When people around me talk about metrics, the most used words are service reliability, latency, throughput, load capacity and their siblings. All that is indeed extremely important until it gets to the data. In the data world, where we deal with customer’s private information, business nuances, and, after all, money, the data consistency is what we should take care of in the first place. I even wrote a rant about it a while ago.

Roses Are Red

Data consistency is harder than rumors say. Data consistency, contrary to popular misconception, cannot be preserved by RDBMS itself. It cannot be represented as a diagram, let alone graph of relations. And, after all, when people talk about consistency, they too often use a wrong vocabulary. There is even the brand new wording invented by people who had most likely never been to the university. Saga, if one would squeeze out all the water from the paper, is a poor-man FSM. OK, rich-man FSM, it’s coming from Microsoft after all.

I blindly used mocks for decades until I read José Valim’s ‘I always consider “mock” to be a noun, never a verb.’ and it clicked. Not that I had no clue what mocks are, but I surely was abusing the clean concept with somewhat nasty implementation.

Data consistency has not clicked for me for a while too. I felt there should be a clean way to ensure it in general, but I missed the details. I knew it should most likely rely on finite automata and I tended to vote for it to be non-deterministic because the absense of side effects would ruin any business (including but not limited to programming languages relying on pure functions only.)

I worked a lot with a handy workflow gem in ruby, and it did what I wanted to some extent, but it has two glitches that cannot be circumvented. The state is attached to an entity (to the data object directly,) and there is no restriction to modify entity state with transitions only. One can easily update the amount of order manually, bypassing a transition, which obviously ruins the whole math behind finite automata. It miserably becomes an infinite state machine.

That said, while attaching FSM to data entities might ensure their consistency alone, it cannot validate relationships between them. Which are usually called business processes. Also, business processes is something what runs the business, might be spoken about with non-tech deps, and, the last but not the least, they are easily described with goddamn diagrams. Which are barely differ from a ready-to-use FSM definition.

Consider actor model applied to data. Business processes are processes. Events provoking transitions are messages. Data is nothing but an internal state of a business process. Don’t you feel the smell of fault tolerance through business processes supervision trees yet?

In simple systems, the business process might be attached to the data entity, but still it would be better be a separate beast. When I started to work on FSM application to data consistency, I wrote an example application managing a Post in a wild. The most impressive feature of Elixir as of language is it literally yells at you when you are trying to implement things in a wrong way. The code starts to look ugly, whispering “Hey, you are likely missing a better approach here.”

Despite that I managed the example to work and even look not so ugly, I discovered the whole idea was crucially misconcepted. The Post itself should not keep track of its changes. This is not scalable, not extandable, and not supportable. Adding a comment would lead the approach to disintegrating like a house of cards. There must be a separated business process, like PostLifecycle, which would take care of a Post …ahem… lifecycle. And—which is extremely important—the Post itself should not allow any modifications outside of the transitions in this process.

Here we get to the intriguing and cost-free side effect. Storing transitions alone would give us a perfectly valid event log.

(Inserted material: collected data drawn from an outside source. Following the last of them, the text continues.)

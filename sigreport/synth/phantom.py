"""A labelled 3D head model on a 1 mm grid, with partial volume at every tissue edge.

The model is a stack of simple solids (ellipsoids, capped cylinders, slabs) painted in order, each
later solid replacing what it covers. Each solid's occupancy of a voxel is a smooth fraction from
its approximate signed distance ``d`` (mm): ``f = clip(0.5 - d / voxel, 0, 1)``, which ramps over
one voxel across the surface, a first-order model of a box voxel straddling a flat edge. Painting
a per-tissue value through the stack (``S <- S (1 - f) + f v``) gives the partial-volume mixture
of the tissue values in every voxel.

Coordinates are DICOM patient coordinates (LPS, mm: +x patient left, +y posterior, +z superior).
Arrays are indexed ``[z, y, x]`` as SimpleITK's ``GetArrayFromImage`` returns them.
"""

from __future__ import annotations

from collections.abc import Mapping, Sequence
from dataclasses import dataclass

import numpy as np

Vec3 = tuple[float, float, float]


# --------------------------------------------------------------------------------------------
# Solids: each gives an approximate signed distance (negative inside) and a bounding box.


@dataclass(frozen=True)
class Ellipsoid:
    center: Vec3
    semi_axes: Vec3

    def bounds(self) -> tuple[np.ndarray, np.ndarray]:
        c, a = np.asarray(self.center), np.asarray(self.semi_axes)
        return c - a, c + a

    def distance(self, x: np.ndarray, y: np.ndarray, z: np.ndarray) -> np.ndarray:
        cx, cy, cz = self.center
        ax, ay, az = self.semi_axes
        dx, dy, dz = (x - cx) / ax, (y - cy) / ay, (z - cz) / az
        q = np.sqrt(dx * dx + dy * dy + dz * dz)
        # Distance to the surface ~ (q - 1) / |grad q| (first order, exact for a sphere).
        grad = np.sqrt((dx / ax) ** 2 + (dy / ay) ** 2 + (dz / az) ** 2)
        with np.errstate(divide="ignore", invalid="ignore"):
            d = (q - 1.0) * q / grad
        return np.where(q > 1e-9, d, -min(ax, ay, az))


def Sphere(center: Vec3, radius: float) -> Ellipsoid:  # noqa: N802 - reads like a solid
    return Ellipsoid(center, (radius, radius, radius))


@dataclass(frozen=True)
class Cylinder:
    """A capped cylinder between two points."""

    start: Vec3
    end: Vec3
    radius: float

    def bounds(self) -> tuple[np.ndarray, np.ndarray]:
        p0, p1 = np.asarray(self.start), np.asarray(self.end)
        return np.minimum(p0, p1) - self.radius, np.maximum(p0, p1) + self.radius

    def distance(self, x: np.ndarray, y: np.ndarray, z: np.ndarray) -> np.ndarray:
        p0, p1 = np.asarray(self.start, float), np.asarray(self.end, float)
        length = float(np.linalg.norm(p1 - p0))
        u = (p1 - p0) / length
        rx, ry, rz = x - p0[0], y - p0[1], z - p0[2]
        t = rx * u[0] + ry * u[1] + rz * u[2]
        radial = np.sqrt(
            np.maximum((rx - t * u[0]) ** 2 + (ry - t * u[1]) ** 2 + (rz - t * u[2]) ** 2, 0)
        )
        return np.maximum(radial - self.radius, np.maximum(-t, t - length))


@dataclass(frozen=True)
class Slab:
    """The space within ``half_thickness`` of a plane, clipped to a bounding solid."""

    point: Vec3
    normal: Vec3
    half_thickness: float
    within: Ellipsoid

    def bounds(self) -> tuple[np.ndarray, np.ndarray]:
        return self.within.bounds()

    def distance(self, x: np.ndarray, y: np.ndarray, z: np.ndarray) -> np.ndarray:
        n = np.asarray(self.normal, float)
        n = n / np.linalg.norm(n)
        px, py, pz = self.point
        plane = np.abs((x - px) * n[0] + (y - py) * n[1] + (z - pz) * n[2]) - self.half_thickness
        return np.maximum(plane, self.within.distance(x, y, z))


@dataclass(frozen=True)
class Intersection:
    parts: tuple[Ellipsoid | Cylinder, ...]

    def bounds(self) -> tuple[np.ndarray, np.ndarray]:
        lows, highs = zip(*(p.bounds() for p in self.parts), strict=True)
        return np.max(lows, axis=0), np.min(highs, axis=0)

    def distance(self, x: np.ndarray, y: np.ndarray, z: np.ndarray) -> np.ndarray:
        return np.max([p.distance(x, y, z) for p in self.parts], axis=0)


Solid = Ellipsoid | Cylinder | Slab | Intersection


# --------------------------------------------------------------------------------------------


@dataclass(frozen=True)
class Grid:
    """An axis-aligned 1 mm (or other) grid in patient space; ``shape`` is (nz, ny, nx)."""

    origin: Vec3
    spacing: float
    shape: tuple[int, int, int]

    @classmethod
    def covering(cls, low: Vec3, high: Vec3, spacing: float = 1.0) -> Grid:
        n = [int(round((h - lo) / spacing)) + 1 for lo, h in zip(low, high, strict=True)]
        origin = (float(low[0]), float(low[1]), float(low[2]))
        return cls(origin, float(spacing), (n[2], n[1], n[0]))

    def axis(self, i: int) -> np.ndarray:
        """Coordinates (mm) along patient axis ``i`` (0 = x, 1 = y, 2 = z)."""
        n = self.shape[2 - i]
        return self.origin[i] + self.spacing * np.arange(n)

    def index_range(self, i: int, low: float, high: float) -> slice:
        n = self.shape[2 - i]
        lo = int(np.floor((low - self.origin[i]) / self.spacing)) - 1
        hi = int(np.ceil((high - self.origin[i]) / self.spacing)) + 2
        return slice(max(lo, 0), min(max(hi, 0), n))

    def points(self, box: tuple[slice, slice, slice]) -> tuple[np.ndarray, ...]:
        """Broadcastable (z, y, x) coordinate arrays of the voxel centres in ``box``."""
        zs, ys, xs = box
        z = self.axis(2)[zs][:, None, None]
        y = self.axis(1)[ys][None, :, None]
        x = self.axis(0)[xs][None, None, :]
        return x, y, z


@dataclass(frozen=True)
class Layer:
    """One painted solid: its tissue and its occupancy fractions inside ``box``."""

    tissue: str
    box: tuple[slice, slice, slice]
    fraction: np.ndarray  # float32, shape of the box


@dataclass(frozen=True)
class HeadModel:
    """The ordered layers of the model on ``grid``; the background is ``background``."""

    grid: Grid
    layers: tuple[Layer, ...]
    background: str = "air"

    @property
    def tissues(self) -> tuple[str, ...]:
        seen = dict.fromkeys([self.background, *(layer.tissue for layer in self.layers)])
        return tuple(seen)

    def paint(self, values: Mapping[str, float]) -> np.ndarray:
        """The partial-volume mixture of per-tissue ``values`` (missing tissues count 0)."""
        out = np.full(self.grid.shape, float(values.get(self.background, 0.0)), np.float32)
        for layer in self.layers:
            v = np.float32(values.get(layer.tissue, 0.0))
            region = out[layer.box]
            region += layer.fraction * (v - region)
        return out

    def fraction_of(self, tissues: Sequence[str] | str) -> np.ndarray:
        """The fraction of each voxel occupied by ``tissues`` (a name or several)."""
        names = [tissues] if isinstance(tissues, str) else list(tissues)
        return self.paint(dict.fromkeys(names, 1.0))


def build(grid: Grid, solids: Sequence[tuple[str, Solid]], background: str = "air") -> HeadModel:
    """Rasterize ``(tissue, solid)`` pairs, later ones painted over earlier ones."""
    layers = []
    for tissue, solid in solids:
        low, high = solid.bounds()
        box = (
            grid.index_range(2, low[2], high[2]),
            grid.index_range(1, low[1], high[1]),
            grid.index_range(0, low[0], high[0]),
        )
        if any(s.stop <= s.start for s in box):
            continue
        x, y, z = grid.points(box)
        d = solid.distance(x, y, z)
        frac = np.clip(0.5 - d / grid.spacing, 0.0, 1.0).astype(np.float32)
        frac = np.broadcast_to(frac, tuple(s.stop - s.start for s in box)).copy()
        layers.append(Layer(tissue, box, frac))
    return HeadModel(grid, tuple(layers), background)


# --------------------------------------------------------------------------------------------
# The normal anatomy. Dimensions are of an adult head scaled down a little (so the field of view
# stays small); the model is truncated to an axial slab through the orbits and the ventricles.

GRID_LOW: Vec3 = (-70.0, -84.0, -40.0)
GRID_HIGH: Vec3 = (70.0, 84.0, 40.0)

HEAD = Ellipsoid((0.0, 0.0, 0.0), (68.0, 82.0, 70.0))
SKULL = Ellipsoid((0.0, 0.0, 0.0), (58.0, 72.0, 60.0))
SUBARACHNOID = Ellipsoid((0.0, 0.0, 0.0), (53.0, 67.0, 55.0))
CORTEX = Ellipsoid((0.0, 0.0, 0.0), (50.0, 64.0, 52.0))
WHITE_MATTER = Ellipsoid((0.0, 0.0, 0.0), (45.0, 59.0, 47.0))


def _orbit(side: float) -> list[tuple[str, Solid]]:
    """One orbit; ``side`` -1 for the patient's right (-x in LPS), +1 for the left."""
    x = 30.0 * side
    z = -20.0
    return [
        ("bone", Ellipsoid((x, -44.0, z), (16.0, 20.0, 15.0))),
        ("fat", Ellipsoid((x, -44.0, z), (14.0, 18.0, 13.0))),
        ("extraocular muscle", Ellipsoid((x + 10.0 * side, -42.0, z), (4.0, 11.0, 4.5))),  # lateral
        ("extraocular muscle", Ellipsoid((x - 9.0 * side, -42.0, z), (4.0, 11.0, 4.5))),  # medial
        ("extraocular muscle", Ellipsoid((x, -42.0, z + 9.5), (4.5, 11.0, 3.0))),  # superior
        ("extraocular muscle", Ellipsoid((x, -42.0, z - 9.5), (4.5, 11.0, 3.0))),  # inferior
        ("optic nerve", Cylinder((x, -54.0, z), (x, -24.0, z), 3.0)),
        ("sclera", Sphere((x, -62.0, z), 11.5)),
        ("vitreous", Sphere((x, -62.0, z), 10.5)),
    ]


def anatomy() -> list[tuple[str, Solid]]:
    """The normal head, outermost first."""
    solids: list[tuple[str, Solid]] = [("fat", HEAD)]  # scalp (subcutaneous) fat
    for side in (-1.0, 1.0):
        temporalis = Ellipsoid((60.0 * side, -30.0, 14.0), (9.0, 20.0, 18.0))
        solids.append(("muscle", Intersection((temporalis, HEAD))))
    solids += [("bone", SKULL), ("CSF", SUBARACHNOID), ("gray matter", CORTEX)]
    # Sulci: CSF clefts through the cortical ribbon (the white matter is painted over them).
    for point, normal in [
        ((0.0, 8.0, 0.0), (0.0, 1.0, 0.35)),
        ((0.0, -28.0, 0.0), (0.0, 1.0, -0.2)),
        ((0.0, 36.0, 0.0), (0.0, 1.0, 0.1)),
        ((0.0, 0.0, 30.0), (0.15, 0.0, 1.0)),
    ]:
        solids.append(("CSF", Slab(point, normal, 1.0, CORTEX)))
    solids.append(("white matter", WHITE_MATTER))
    for side in (-1.0, 1.0):
        solids.append(("CSF", Ellipsoid((9.0 * side, 2.0, 12.0), (6.0, 22.0, 9.0))))
    for side in (-1.0, 1.0):
        solids += _orbit(side)
    return solids


def default_grid(spacing: float = 1.0) -> Grid:
    return Grid.covering(GRID_LOW, GRID_HIGH, spacing)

It would not be re-playable in general, due to non-pure transitions (consider the post which embeds an opg, which is to be downloaded from some external source with not idempotent responses,) but despite that, the event log would be fully plausible.

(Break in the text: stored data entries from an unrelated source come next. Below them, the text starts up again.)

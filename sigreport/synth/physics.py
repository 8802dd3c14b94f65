"""Textbook MR signal equations used to simulate the synthetic studies.

All times are in milliseconds, concentrations in mmol/L, relaxivities in L/(mmol s). The
equations are the steady-state magnitude forms found in MR physics textbooks (e.g. Haacke EM,
Brown RW, Thompson MR, Venkatesan R. *Magnetic Resonance Imaging: Physical Principles and
Sequence Design*, Wiley 1999, chapters 15 and 18), assuming a perfect 90/180 degree pulse train,
no stimulated echoes and TE << TR.
"""

from __future__ import annotations

import numpy as np
from numpy.typing import ArrayLike, NDArray

FloatArray = NDArray[np.float64]


def _positive(name: str, value: ArrayLike) -> FloatArray:
    arr = np.asarray(value, dtype=np.float64)
    if np.any(~np.isfinite(arr)) or np.any(arr <= 0):
        raise ValueError(f'Argument "{name}" must be finite and > 0, got {value!r}.')
    return arr


def spin_echo(pd: ArrayLike, t1_ms: ArrayLike, t2_ms: ArrayLike, *, tr_ms: float, te_ms: float):
    """Spin-echo signal ``S = PD (1 - exp(-TR/T1)) exp(-TE/T2)``.

    Parameters
    ----------
    pd, t1_ms, t2_ms
        Proton density (relative) and relaxation times of each tissue (broadcast together).
    tr_ms, te_ms
        Repetition and echo time.

    Returns
    -------
    numpy.ndarray or float
        The signal, in units of ``pd``.
    """
    t1 = _positive("t1_ms", t1_ms)
    t2 = _positive("t2_ms", t2_ms)
    _positive("tr_ms", tr_ms)
    if te_ms < 0:
        raise ValueError(f'Argument "te_ms" must be >= 0, got {te_ms!r}.')
    return np.asarray(pd, dtype=np.float64) * (1.0 - np.exp(-tr_ms / t1)) * np.exp(-te_ms / t2)


def inversion_recovery(
    pd: ArrayLike,
    t1_ms: ArrayLike,
    t2_ms: ArrayLike,
    *,
    tr_ms: float,
    te_ms: float,
    ti_ms: float,
):
    """Magnitude inversion-recovery (spin-echo readout) signal.

    ``S = PD |1 - 2 exp(-TI/T1) + exp(-TR/T1)| exp(-TE/T2)`` (magnitude reconstruction, as
    FLAIR and STIR images are displayed).
    """
    t1 = _positive("t1_ms", t1_ms)
    t2 = _positive("t2_ms", t2_ms)
    _positive("tr_ms", tr_ms)
    _positive("ti_ms", ti_ms)
    if ti_ms >= tr_ms:
        raise ValueError(f'Argument "ti_ms" ({ti_ms}) must be shorter than TR ({tr_ms}).')
    mz = 1.0 - 2.0 * np.exp(-ti_ms / t1) + np.exp(-tr_ms / t1)
    return np.asarray(pd, dtype=np.float64) * np.abs(mz) * np.exp(-te_ms / t2)


def spoiled_gradient_echo(
    pd: ArrayLike,
    t1_ms: ArrayLike,
    t2star_ms: ArrayLike,
    *,
    tr_ms: float,
    te_ms: float,
    flip_deg: float,
):
    """Spoiled gradient-echo (FLASH) steady state.

    ``S = PD sin(a) (1 - E1) / (1 - cos(a) E1) exp(-TE/T2*)`` with ``E1 = exp(-TR/T1)``.
    """
    t1 = _positive("t1_ms", t1_ms)
    t2s = _positive("t2star_ms", t2star_ms)
    _positive("tr_ms", tr_ms)
    if not 0 < flip_deg <= 180:
        raise ValueError(f'Argument "flip_deg" must be in (0, 180], got {flip_deg!r}.')
    alpha = np.deg2rad(flip_deg)
    e1 = np.exp(-tr_ms / t1)
    steady = np.sin(alpha) * (1.0 - e1) / (1.0 - np.cos(alpha) * e1)
    return np.asarray(pd, dtype=np.float64) * steady * np.exp(-te_ms / t2s)


def null_inversion_time(t1_ms: float, *, tr_ms: float | None = None) -> float:
    """Inversion time at which a tissue's longitudinal magnetization crosses zero.

    ``TI = T1 ln(2 / (1 + exp(-TR/T1)))``, which tends to ``T1 ln 2`` when TR >> T1 (``tr_ms``
    None). It is the root of the inversion-recovery factor in :func:`inversion_recovery`.
    """
    t1 = float(_positive("t1_ms", t1_ms))
    if tr_ms is None:
        return t1 * float(np.log(2.0))
    tr = float(_positive("tr_ms", tr_ms))
    return t1 * float(np.log(2.0 / (1.0 + np.exp(-tr / t1))))


def relaxation_with_contrast(
    t_ms: ArrayLike, concentration_mmol_l: ArrayLike, relaxivity_l_mmol_s: float
) -> FloatArray:
    """Relaxation time shortened by a paramagnetic agent: ``1/T_post = 1/T + r C``.

    The relaxivity is per second, the times in milliseconds, hence the factor 1000.
    """
    t = _positive("t_ms", t_ms)
    conc = np.asarray(concentration_mmol_l, dtype=np.float64)
    if np.any(conc < 0):
        raise ValueError(f'Argument "concentration_mmol_l" must be >= 0, got {conc!r}.')
    rate_per_ms = 1.0 / t + relaxivity_l_mmol_s * conc / 1000.0
    return 1.0 / rate_per_ms


def t2_star(t2_ms: ArrayLike, r2_prime_per_s: float) -> FloatArray:
    """``1/T2* = 1/T2 + R2'`` (static dephasing added to the irreversible T2 decay)."""
    t2 = _positive("t2_ms", t2_ms)
    if r2_prime_per_s < 0:
        raise ValueError(f'Argument "r2_prime_per_s" must be >= 0, got {r2_prime_per_s!r}.')
    return 1.0 / (1.0 / t2 + r2_prime_per_s / 1000.0)


def rician(signal: ArrayLike, sigma: float, rng: np.random.Generator) -> NDArray[np.float64]:
    """Magnitude of the signal plus complex Gaussian noise (sigma per channel).

    Magnitude images of a complex signal with independent Gaussian noise in the real and
    imaginary channels follow a Rice distribution (Gudbjartsson H, Patz S. The Rician
    distribution of noisy MRI data. Magn Reson Med 1995;34:910-914).
    """
    s = np.asarray(signal, dtype=np.float64)
    if sigma < 0:
        raise ValueError(f'Argument "sigma" must be >= 0, got {sigma!r}.')
    real = s + rng.normal(0.0, sigma, s.shape)
    imag = rng.normal(0.0, sigma, s.shape)
    return np.hypot(real, imag)


# --------------------------------------------------------------------------------------------
# Diffusion, chemical shift and contrast uptake (the Version 2 sequence families)

GYROMAGNETIC_MHZ_PER_T = 42.577478  # 1H gamma / 2 pi, CODATA 2018
# The main (methylene) resonance of fat lies about 3.4-3.5 ppm below water (e.g. Hamilton G,
# Yokoo T, Bydder M, et al. In vivo characterization of the liver fat 1H MR spectrum. NMR Biomed
# 2011;24:784-790: 3.40 ppm below water at 37 C in their model; from memory).
FAT_SHIFT_PPM = 3.4


def diffusion_weighting(adc_1e6_mm2_s: ArrayLike, b_s_mm2: float) -> FloatArray:
    """Mono-exponential diffusion attenuation ``S_b / S_0 = exp(-b ADC)``.

    ``adc_1e6_mm2_s`` is in 10^-6 mm^2/s (the unit scanners store ADC maps in), ``b`` in s/mm^2
    (Stejskal EO, Tanner JE. J Chem Phys 1965;42:288-292).
    """
    adc = np.asarray(adc_1e6_mm2_s, dtype=np.float64)
    if np.any(adc < 0) or b_s_mm2 < 0:
        raise ValueError(f'Arguments "adc" and "b" must be >= 0, got {adc!r}, {b_s_mm2!r}.')
    return np.exp(-b_s_mm2 * adc * 1e-6)


def apparent_diffusion(s0: ArrayLike, sb: ArrayLike, b_s_mm2: float) -> FloatArray:
    """ADC in 10^-6 mm^2/s from a b=0 and a b>0 image: ``ln(S_0 / S_b) / b``; 0 where either
    signal is not positive (the inverse of :func:`diffusion_weighting`)."""
    if b_s_mm2 <= 0:
        raise ValueError(f'Argument "b_s_mm2" must be > 0, got {b_s_mm2!r}.')
    a = np.asarray(s0, dtype=np.float64)
    c = np.asarray(sb, dtype=np.float64)
    ok = (a > 0) & (c > 0)
    out = np.zeros(np.broadcast(a, c).shape, dtype=np.float64)
    out[ok] = np.log(a[ok] / c[ok]) / b_s_mm2 * 1e6
    return out


def fat_water_shift_hz(field_strength_t: float) -> float:
    """Frequency difference between water and the main fat peak: ``ppm * gamma * B0``
    (about 217 Hz at 1.5 T and 434 Hz at 3 T)."""
    _positive("field_strength_t", field_strength_t)
    return FAT_SHIFT_PPM * 1e-6 * GYROMAGNETIC_MHZ_PER_T * 1e6 * field_strength_t


def fat_water_phase(te_ms: float, field_strength_t: float) -> float:
    """Phase (radians, in [0, 2 pi)) of fat relative to water at echo time ``te_ms``."""
    return float(
        (2.0 * np.pi * fat_water_shift_hz(field_strength_t) * te_ms / 1000.0) % (2 * np.pi)
    )


def opposed_phase_te_ms(field_strength_t: float, n: int = 1) -> float:
    """The n-th echo time at which fat and water are opposed: ``(n - 1/2) / shift``
    (about 2.3 ms at 1.5 T and 1.15 ms at 3 T for n = 1)."""
    return (n - 0.5) * 1000.0 / fat_water_shift_hz(field_strength_t)


def in_phase_te_ms(field_strength_t: float, n: int = 1) -> float:
    """The n-th echo time at which fat and water are in phase: ``n / shift``
    (about 4.6 ms at 1.5 T and 2.3 ms at 3 T for n = 1)."""
    return n * 1000.0 / fat_water_shift_hz(field_strength_t)


def two_component_magnitude(water: ArrayLike, fat: ArrayLike, phase_rad: float) -> FloatArray:
    """``|W + F exp(i phi)|``: the gradient-echo magnitude of a voxel holding water and fat
    signal (single fat peak). At phi = pi it is ``|W - F|``: the opposed-phase signal loss of
    voxels holding both, and the dark line where fat meets water."""
    w = np.asarray(water, dtype=np.float64)
    f = np.asarray(fat, dtype=np.float64)
    return np.hypot(w + f * np.cos(phase_rad), f * np.sin(phase_rad))


def uptake_fraction(t_s: ArrayLike, *, rise_s: float, washout_s: float | None) -> FloatArray:
    """Relative agent concentration in a tissue ``t_s`` seconds after injection:
    ``(1 - exp(-t / rise)) exp(-t / washout)`` (``washout`` None: no washout), normalised so
    that its maximum over t >= 0 is 1.

    A two-time-constant shape that gives the three curve types of dynamic imaging: slow rise
    (persistent), fast rise and flat (plateau), fast rise and decline (washout) (Kuhl CK,
    Mielcareck P, Klaschik S, et al. Dynamic breast MR imaging: are signal intensity time course
    data useful for differential diagnosis of enhancing lesions? Radiology 1999;211:101-110;
    the shape is ours).
    """
    t = np.maximum(np.asarray(t_s, dtype=np.float64), 0.0)
    _positive("rise_s", rise_s)
    if washout_s is None:
        return 1.0 - np.exp(-t / rise_s)
    _positive("washout_s", washout_s)
    shape = (1.0 - np.exp(-t / rise_s)) * np.exp(-t / washout_s)
    # Maximum of (1 - e^{-t/a}) e^{-t/b}: at t* = a ln(1 + b/a).
    t_peak = rise_s * np.log(1.0 + washout_s / rise_s)
    peak = (1.0 - np.exp(-t_peak / rise_s)) * np.exp(-t_peak / washout_s)
    return shape / peak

This approach works well with web applications. Instead of random requests, modifying the internal data of the application directly (as every single protocol known to me allows in a nutshell,) the endpoints in the web application should expose transition handlers only. The outmost world should not be allowed (and therefore even have an access) to modify data directly. It should be permitted to initiate transitions only. As by Joe Armstrong’s analogy, the computer interoperation should mimic the human communication; we cannot read minds, we can only send messages, like saying words or waving our hands, and the interlocutor might or might not decide to change their mind or even share some of it with us.

The described approach is extremely easy to reason about, which is also true for most of other approaches broadly accepted in computer science. Its uniqueness is it drastically simplifies the project vision exchange with the people of business. Transitions are exactly what they think of, and everything else magically becomes actual implementation details.

I am to come up with another example, demostrating the power of Finitomata in a concord with business processes automation, mapped to data internally, but in the meanwhile I wanted to share this agenda as a pure idea.

Happy business process driven development!